INDUS is a real estate business principally engaged in developing, acquiring, managing, and leasing industrial/logistics properties. INDUS owns 36 industrial/logistics buildings aggregating approximately 5.4 million square feet in Connecticut, Pennsylvania, North Carolina, South Carolina, and Florida.

Forward-Looking Statements

This Press Release includes “forward-looking statements” within the meaning of Section 27A of the Securities Act of 1933, as amended, and Section 21E of the Securities Exchange Act of 1934, as amended. These forward-looking statements include INDUS’ beliefs and expectations regarding future events or conditions including, without limitation, statements regarding expected draw downs on the Term Loan, expected interest rates, uses of funding from the Term Loan and Amended Credit Agreement, the Company’s expected capital availability and the sufficiency of its liquidity. Although INDUS believes that its plans, intentions and expectations reflected in such forward-looking statements are reasonable, it can give no assurance that such plans, intentions or expectations will be achieved.
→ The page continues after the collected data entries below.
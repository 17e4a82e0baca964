//! `dyad calibrate SETTINGS.toml`: simulation-based calibration of the whole
//! pipeline (Talts, Betancourt, Simpson, Vehtari & Gelman 2018, "Validating
//! Bayesian inference algorithms with simulation-based calibration",
//! arXiv:1804.06788).
//!
//! For each system i: true parameters are drawn from the very prior the fit
//! uses (`ParameterLayout::sample_prior`), `dyad simulate`'s code writes
//! noisy measurements at the planned epochs, and the data are fitted exactly
//! as `dyad fit` does (starting-point search, sampling plan, ensemble
//! sampler). The post-burn-in draws are thinned by the largest
//! autocorrelation time to L roughly independent draws (Talts et al. sec.
//! 5), and the rank of the truth among them is recorded for M1, M2, P, e,
//! the parallax and q. If the whole pipeline is right, every rank is uniform
//! on 0..=L; a chi-square test of the binned ranks and the coverage of the
//! central 68 and 95 per cent intervals check that.
//!
//! Every system gets its own seeds from (seed, i), so the results depend on
//! the settings only, never on the number of threads. The data and run
//! configuration of every system are kept in `OUTPUT/systems/NNNN/`, so a
//! suspicious system can be refitted with `dyad fit`.
//!
//! The settings keys are documented in configs/calibration/README.md.

mod settings;
mod simulated;
mod statistics;
mod summary;
mod system_fit;

use std::fs;
use std::path::{Path, PathBuf};
use std::sync::Mutex;

use rand::SeedableRng;
use rand_xoshiro::Xoshiro256PlusPlus;
use rayon::prelude::*;

use dyad_common::csv_table::CsvText;
use dyad_common::quantile::median_of_finite as median;
use dyad_model::likelihood::Model;

use crate::error::{bail, Context, FitError, Result};
use crate::observer::Observer;
use crate::run_folder::write_text;

use settings::Settings;
use simulated::write_system;
pub use statistics::{binned_ranks, chi_square_test, coverage, inside_central, rank_of, Coverage};
use summary::{summary_text, ParameterVerdict, Summary};
use system_fit::{calibrate_system, SystemOutcome};

/// The calibrated quantities: name in `Model::derived_names_units`, label.
const TRACKED: [(&str, &str); 6] = [
    ("mass_primary_msun", "M1"),
    ("mass_secondary_msun", "M2"),
    ("period_days", "P"),
    ("eccentricity", "e"),
    ("parallax_mas", "parallax"),
    ("mass_ratio", "q"),
];

/// Nominal probabilities of the central intervals whose coverage is checked.
const NOMINAL: [f64; 2] = [0.68, 0.95];

/// Options of `dyad calibrate`.
pub struct CalibrateOptions {
    /// Number of systems instead of the settings' `systems`.
    pub systems: Option<usize>,
    /// Output folder instead of the settings' `output`.
    pub output: Option<PathBuf>,
    /// Reuse an output folder that holds files already.
    pub overwrite: bool,
}

/// `dyad calibrate SETTINGS`: fits every simulated system (reporting each
/// one done to `observer`), writes the verdicts and returns them.
pub fn calibrate(
    settings_path: &Path,
    options: &CalibrateOptions,
    observer: &mut (dyn Observer + Send),
) -> Result<Calibration> {
    let text = fs::read_to_string(settings_path)
        .with_context(|| format!("reading {}", settings_path.display()))?;
    let mut settings = Settings::parse(&text, settings_path)?;
    if let Some(n) = options.systems {
        settings.systems = n;
    }
    if let Some(o) = &options.output {
        settings.output = o.clone();
    }
    if settings.systems < 2 {
        bail!("calibration needs at least 2 systems");
    }
    dyad_report::prepare_run_folder(&settings.output, options.overwrite)
        .with_context(|| format!("preparing {}", settings.output.display()))?;
    write_text(&settings.output.join("settings.toml"), &text)?;

    let template_config = write_system(
        &settings,
        &settings.output.join("systems").join("template"),
        None,
        settings.seed,
        false,
    )?;
    let template =
        Model::from_config(&template_config).context("building the model of the observing plan")?;
    let names = template.derived_names_units();
    let tracked: Vec<(usize, &str)> = TRACKED
        .iter()
        .filter_map(|&(name, label)| {
            names
                .iter()
                .position(|(n, _)| n == name)
                .map(|k| (k, label))
        })
        // And every sampled astrometric error scale.
        .chain(
            names
                .iter()
                .enumerate()
                .filter(|(_, (n, _))| n.starts_with("error_scale["))
                .map(|(k, (n, _))| (k, n.as_str())),
        )
        .filter(|&(k, _)| varies_under_prior(&template, k))
        .collect();
    if tracked.is_empty() {
        bail!("none of M1, M2, P, e, parallax, q is sampled by this model");
    }

    let total = settings.systems;
    let done = Mutex::new((0usize, observer));
    let outcomes: Vec<SystemOutcome> = (0..total)
        .into_par_iter()
        .map(|i| {
            let out = calibrate_system(&settings, &template, &tracked, i)
                .unwrap_or_else(|e| SystemOutcome::failed(i, chain_text(&e)));
            if let Ok(mut guard) = done.lock() {
                let (count, observer) = &mut *guard;
                *count += 1;
                observer.items_done(*count, total);
            }
            out
        })
        .collect();

    let fitted: Vec<&SystemOutcome> = outcomes.iter().filter(|o| o.failure.is_none()).collect();
    if fitted.len() < 2 {
        bail!(
            "only {} of {} systems could be fitted; first failure: {}",
            fitted.len(),
            outcomes.len(),
            outcomes
                .iter()
                .find_map(|o| o.failure.clone())
                .unwrap_or_default()
        );
    }

    // ranks.csv
    let mut csv = CsvText::new();
    csv.record(["system", "parameter", "rank", "draws", "truth"])?;
    for o in &fitted {
        for (j, &(_, label)) in tracked.iter().enumerate() {
            csv.record([
                o.system.to_string(),
                label.to_owned(),
                o.ranks[j].to_string(),
                settings.draws.to_string(),
                format!("{:e}", o.truths[j]),
            ])?;
        }
    }
    write_text(&settings.output.join("ranks.csv"), &csv.finish()?)?;

    let mut verdicts = Vec::new();
    let mut plot_inputs = Vec::new();
    for (j, &(_, label)) in tracked.iter().enumerate() {
        let ranks: Vec<usize> = fitted.iter().map(|o| o.ranks[j]).collect();
        let (counts, expected) = binned_ranks(&ranks, settings.draws, settings.bins);
        let (chi_square, df, p_value) = chi_square_test(&counts, &expected)?;
        let hits68: Vec<bool> = fitted.iter().map(|o| o.inside[j][0]).collect();
        let hits95: Vec<bool> = fitted.iter().map(|o| o.inside[j][1]).collect();
        let c68 = coverage(&hits68, NOMINAL[0]);
        let c95 = coverage(&hits95, NOMINAL[1]);
        verdicts.push(ParameterVerdict {
            parameter: label.to_owned(),
            systems: ranks.len(),
            chi_square,
            degrees_of_freedom: df,
            p_value,
            counts,
            expected,
            coverage_68: c68,
            coverage_95: c95,
            passes: p_value > 0.01 && c68.z.abs() <= 2.0 && c95.z.abs() <= 2.0,
        });
        plot_inputs.push(dyad_report::RankHistogramInput {
            label: label.to_owned(),
            ranks,
        });
    }
    dyad_report::plot_rank_histograms(
        &settings.output.join("ranks"),
        &format!(
            "Rank of the truth among {} draws, {} systems",
            settings.draws,
            fitted.len()
        ),
        &plot_inputs,
        settings.draws,
        settings.bins,
    )
    .context("drawing the rank histograms")?;

    let failures: Vec<(usize, String)> = outcomes
        .iter()
        .filter_map(|o| o.failure.clone().map(|f| (o.system, f)))
        .collect();
    let summary = Summary {
        settings: settings.file.display().to_string(),
        seed: settings.seed,
        systems: outcomes.len(),
        fitted: fitted.len(),
        failed: failures.len(),
        hit_step_cap: fitted.iter().filter(|o| o.status == "step cap").count(),
        short_of_independent_draws: fitted
            .iter()
            .filter(|o| o.independent_draws < settings.draws)
            .count(),
        draws_per_system: settings.draws,
        rank_bins: settings.bins,
        median_steps: median(fitted.iter().map(|o| o.steps as f64).collect()),
        median_tau_max: median(fitted.iter().map(|o| o.tau_max).collect()),
        all_pass: failures.is_empty() && verdicts.iter().all(|v| v.passes),
        parameters: verdicts,
        failures,
    };
    let table = summary_text(&summary);
    write_text(&settings.output.join("calibration.txt"), &table)?;
    write_text(
        &settings.output.join("calibration.json"),
        &serde_json::to_string_pretty(&serde_json::json!({
            "summary": summary,
            "systems": outcomes,
            "tracked": tracked.iter().map(|&(_, l)| l).collect::<Vec<_>>(),
        }))?,
    )?;
    Ok(Calibration {
        folder: settings.output,
        text: table,
        all_pass: summary.all_pass,
    })
}

/// What `dyad calibrate` found.
#[derive(Debug, Clone)]
pub struct Calibration {
    /// The output folder (`calibration.txt`, `.json`, `ranks.csv`, the
    /// rank histograms and every system's data).
    pub folder: PathBuf,
    /// The verdict table of `calibration.txt`.
    pub text: String,
    /// Whether every system was fitted and every quantity passes.
    pub all_pass: bool,
}

/// An error and its causes on one line, as the terminal shows them.
fn chain_text(e: &FitError) -> String {
    let mut text = e.to_string();
    let mut cause = std::error::Error::source(e);
    while let Some(c) = cause {
        text.push_str(&format!(": {c}"));
        cause = c.source();
    }
    text
}

/// Whether derived quantity `k` takes different values under two prior
/// draws (a fixed parameter has no rank).
fn varies_under_prior(model: &Model, k: usize) -> bool {
    let mut rng = Xoshiro256PlusPlus::seed_from_u64(7);
    let a = model.derived(&model.layout().sample_prior(&mut rng))[k];
    let b = model.derived(&model.layout().sample_prior(&mut rng))[k];
    a != b
}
The projected information disclosed herein is based on assumptions and estimates that, while considered reasonable by INDUS as of the date hereof, are inherently subject to significant business, economic, competitive and regulatory uncertainties and contingencies, many of which are beyond the control of INDUS, and which could cause actual results and events to differ materially from those expressed or implied in the forward-looking statements. Other important factors that could affect the outcome of the events set forth in these statements are described in INDUS’ Securities and Exchange Commission filings, including the “Business,” “Risk Factors” and “Forward-Looking Statements” sections in INDUS’ Annual Report on Form 10-K for the fiscal year ended December 31, 2021, filed with the SEC on March 11, 2022, as updated by other filings with the Securities and Exchange Commission. INDUS disclaims any obligation to update any forward-looking statements as a result of developments occurring after the date of this press release except as required by law.